[Saved data entries]
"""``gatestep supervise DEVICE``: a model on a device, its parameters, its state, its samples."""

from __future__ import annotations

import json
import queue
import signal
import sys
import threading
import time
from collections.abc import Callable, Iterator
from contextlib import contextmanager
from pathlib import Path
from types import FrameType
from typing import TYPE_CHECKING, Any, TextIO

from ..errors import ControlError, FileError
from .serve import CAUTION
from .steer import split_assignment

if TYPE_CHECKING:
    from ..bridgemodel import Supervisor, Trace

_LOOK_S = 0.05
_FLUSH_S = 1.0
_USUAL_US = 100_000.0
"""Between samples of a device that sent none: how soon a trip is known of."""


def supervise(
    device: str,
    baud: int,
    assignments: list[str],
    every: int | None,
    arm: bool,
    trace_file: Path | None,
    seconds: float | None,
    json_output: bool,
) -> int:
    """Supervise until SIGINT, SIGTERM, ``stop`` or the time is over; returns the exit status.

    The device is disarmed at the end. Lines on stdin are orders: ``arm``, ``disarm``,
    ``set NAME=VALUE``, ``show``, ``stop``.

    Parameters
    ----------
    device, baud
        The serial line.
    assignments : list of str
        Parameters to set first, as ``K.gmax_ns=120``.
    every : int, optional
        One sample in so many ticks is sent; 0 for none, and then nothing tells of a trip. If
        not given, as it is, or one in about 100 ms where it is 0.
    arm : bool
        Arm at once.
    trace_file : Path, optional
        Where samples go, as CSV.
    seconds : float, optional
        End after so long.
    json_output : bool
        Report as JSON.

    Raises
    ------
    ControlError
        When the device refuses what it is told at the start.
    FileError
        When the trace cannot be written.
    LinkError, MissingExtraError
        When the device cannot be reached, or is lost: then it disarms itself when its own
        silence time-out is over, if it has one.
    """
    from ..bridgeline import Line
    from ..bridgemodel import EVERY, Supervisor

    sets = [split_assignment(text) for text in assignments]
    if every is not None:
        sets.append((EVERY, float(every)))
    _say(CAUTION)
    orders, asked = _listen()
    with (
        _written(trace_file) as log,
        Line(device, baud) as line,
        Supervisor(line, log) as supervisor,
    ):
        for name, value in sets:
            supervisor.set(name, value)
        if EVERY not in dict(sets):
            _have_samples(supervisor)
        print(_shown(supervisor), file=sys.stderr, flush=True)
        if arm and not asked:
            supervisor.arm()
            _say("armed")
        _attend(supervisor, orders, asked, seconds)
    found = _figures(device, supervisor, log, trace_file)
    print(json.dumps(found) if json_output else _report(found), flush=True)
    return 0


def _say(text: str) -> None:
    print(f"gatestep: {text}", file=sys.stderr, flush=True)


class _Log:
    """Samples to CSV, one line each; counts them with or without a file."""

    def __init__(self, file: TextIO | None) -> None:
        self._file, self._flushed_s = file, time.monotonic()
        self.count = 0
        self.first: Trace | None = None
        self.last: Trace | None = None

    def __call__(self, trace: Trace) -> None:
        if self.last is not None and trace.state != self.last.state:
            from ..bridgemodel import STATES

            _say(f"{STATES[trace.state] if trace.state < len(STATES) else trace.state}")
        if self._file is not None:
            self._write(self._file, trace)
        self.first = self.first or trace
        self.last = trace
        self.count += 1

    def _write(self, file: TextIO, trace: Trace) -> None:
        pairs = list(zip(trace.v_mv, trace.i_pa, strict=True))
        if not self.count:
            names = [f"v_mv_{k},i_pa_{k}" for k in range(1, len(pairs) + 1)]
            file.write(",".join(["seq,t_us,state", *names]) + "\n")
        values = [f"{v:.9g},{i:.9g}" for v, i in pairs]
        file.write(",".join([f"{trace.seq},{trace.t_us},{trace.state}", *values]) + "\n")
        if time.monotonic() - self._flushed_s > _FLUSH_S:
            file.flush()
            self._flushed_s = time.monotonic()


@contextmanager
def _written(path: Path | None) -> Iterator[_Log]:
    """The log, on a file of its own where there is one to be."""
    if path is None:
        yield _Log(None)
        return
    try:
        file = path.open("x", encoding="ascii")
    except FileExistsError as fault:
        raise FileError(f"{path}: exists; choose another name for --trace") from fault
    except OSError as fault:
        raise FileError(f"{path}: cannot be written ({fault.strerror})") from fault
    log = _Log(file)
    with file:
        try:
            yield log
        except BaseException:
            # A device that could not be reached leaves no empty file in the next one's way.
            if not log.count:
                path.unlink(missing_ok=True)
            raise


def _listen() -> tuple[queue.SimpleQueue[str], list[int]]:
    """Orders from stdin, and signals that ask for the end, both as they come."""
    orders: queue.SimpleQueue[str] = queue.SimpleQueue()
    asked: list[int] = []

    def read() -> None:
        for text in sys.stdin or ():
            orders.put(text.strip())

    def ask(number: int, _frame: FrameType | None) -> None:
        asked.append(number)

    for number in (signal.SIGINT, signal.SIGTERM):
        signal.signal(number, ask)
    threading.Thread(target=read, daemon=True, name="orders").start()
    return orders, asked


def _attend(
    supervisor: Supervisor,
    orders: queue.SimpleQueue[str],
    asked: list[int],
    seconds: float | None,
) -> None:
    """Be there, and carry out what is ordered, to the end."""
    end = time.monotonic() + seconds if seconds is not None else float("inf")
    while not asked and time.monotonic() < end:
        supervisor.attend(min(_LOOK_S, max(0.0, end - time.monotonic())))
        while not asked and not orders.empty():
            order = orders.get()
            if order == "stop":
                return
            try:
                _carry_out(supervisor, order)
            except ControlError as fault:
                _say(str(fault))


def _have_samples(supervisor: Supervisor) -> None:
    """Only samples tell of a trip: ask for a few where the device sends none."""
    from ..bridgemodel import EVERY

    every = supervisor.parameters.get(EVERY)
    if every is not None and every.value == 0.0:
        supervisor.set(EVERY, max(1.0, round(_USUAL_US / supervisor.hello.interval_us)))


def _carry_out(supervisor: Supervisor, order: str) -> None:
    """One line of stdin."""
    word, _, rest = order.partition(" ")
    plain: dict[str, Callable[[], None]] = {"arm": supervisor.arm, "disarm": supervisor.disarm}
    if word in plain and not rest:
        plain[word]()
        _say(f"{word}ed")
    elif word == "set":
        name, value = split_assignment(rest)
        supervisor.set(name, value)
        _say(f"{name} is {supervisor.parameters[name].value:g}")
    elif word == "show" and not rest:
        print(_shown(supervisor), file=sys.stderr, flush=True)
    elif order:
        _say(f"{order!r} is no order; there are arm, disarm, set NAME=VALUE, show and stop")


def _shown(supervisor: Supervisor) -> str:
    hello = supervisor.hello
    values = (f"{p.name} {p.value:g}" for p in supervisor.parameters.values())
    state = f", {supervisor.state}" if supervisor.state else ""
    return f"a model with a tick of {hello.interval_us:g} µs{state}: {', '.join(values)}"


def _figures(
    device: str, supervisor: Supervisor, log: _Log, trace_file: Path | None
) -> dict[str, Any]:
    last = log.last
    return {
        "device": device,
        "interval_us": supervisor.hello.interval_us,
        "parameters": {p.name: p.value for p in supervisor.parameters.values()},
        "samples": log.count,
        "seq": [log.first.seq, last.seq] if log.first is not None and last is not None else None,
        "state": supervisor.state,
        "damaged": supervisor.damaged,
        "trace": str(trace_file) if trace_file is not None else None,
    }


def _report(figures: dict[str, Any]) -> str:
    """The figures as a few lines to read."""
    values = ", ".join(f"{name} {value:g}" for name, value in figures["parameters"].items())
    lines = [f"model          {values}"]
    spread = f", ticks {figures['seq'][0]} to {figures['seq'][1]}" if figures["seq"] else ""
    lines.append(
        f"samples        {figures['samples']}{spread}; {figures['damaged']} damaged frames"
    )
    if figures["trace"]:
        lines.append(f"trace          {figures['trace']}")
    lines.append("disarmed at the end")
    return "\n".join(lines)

• **Problem statement**
Above are the records; print exactly the lines from the line with "the exit status." to the line with "def _say(text: str)", including both, and nothing else.

• **Finished task**
    """Supervise until SIGINT, SIGTERM, ``stop`` or the time is over; returns the exit status.

    The device is disarmed at the end. Lines on stdin are orders: ``arm``, ``disarm``,
    ``set NAME=VALUE``, ``show``, ``stop``.

    Parameters
    ----------
    device, baud
        The serial line.
    assignments : list of str
        Parameters to set first, as ``K.gmax_ns=120``.
    every : int, optional
        One sample in so many ticks is sent; 0 for none, and then nothing tells of a trip. If
        not given, as it is, or one in about 100 ms where it is 0.
    arm : bool
        Arm at once.
    trace_file : Path, optional
        Where samples go, as CSV.
    seconds : float, optional
        End after so long.
    json_output : bool
        Report as JSON.

    Raises
    ------
    ControlError
        When the device refuses what it is told at the start.
    FileError
        When the trace cannot be written.
    LinkError, MissingExtraError
        When the device cannot be reached, or is lost: then it disarms itself when its own
        silence time-out is over, if it has one.
    """
    from ..bridgeline import Line
    from ..bridgemodel import EVERY, Supervisor

    sets = [split_assignment(text) for text in assignments]
    if every is not None:
        sets.append((EVERY, float(every)))
    _say(CAUTION)
    orders, asked = _listen()
    with (
        _written(trace_file) as log,
        Line(device, baud) as line,
        Supervisor(line, log) as supervisor,
    ):
        for name, value in sets:
            supervisor.set(name, value)
        if EVERY not in dict(sets):
            _have_samples(supervisor)
        print(_shown(supervisor), file=sys.stderr, flush=True)
        if arm and not asked:
            supervisor.arm()
            _say("armed")
        _attend(supervisor, orders, asked, seconds)
    found = _figures(device, supervisor, log, trace_file)
    print(json.dumps(found) if json_output else _report(found), flush=True)
    return 0


def _say(text: str) -> None:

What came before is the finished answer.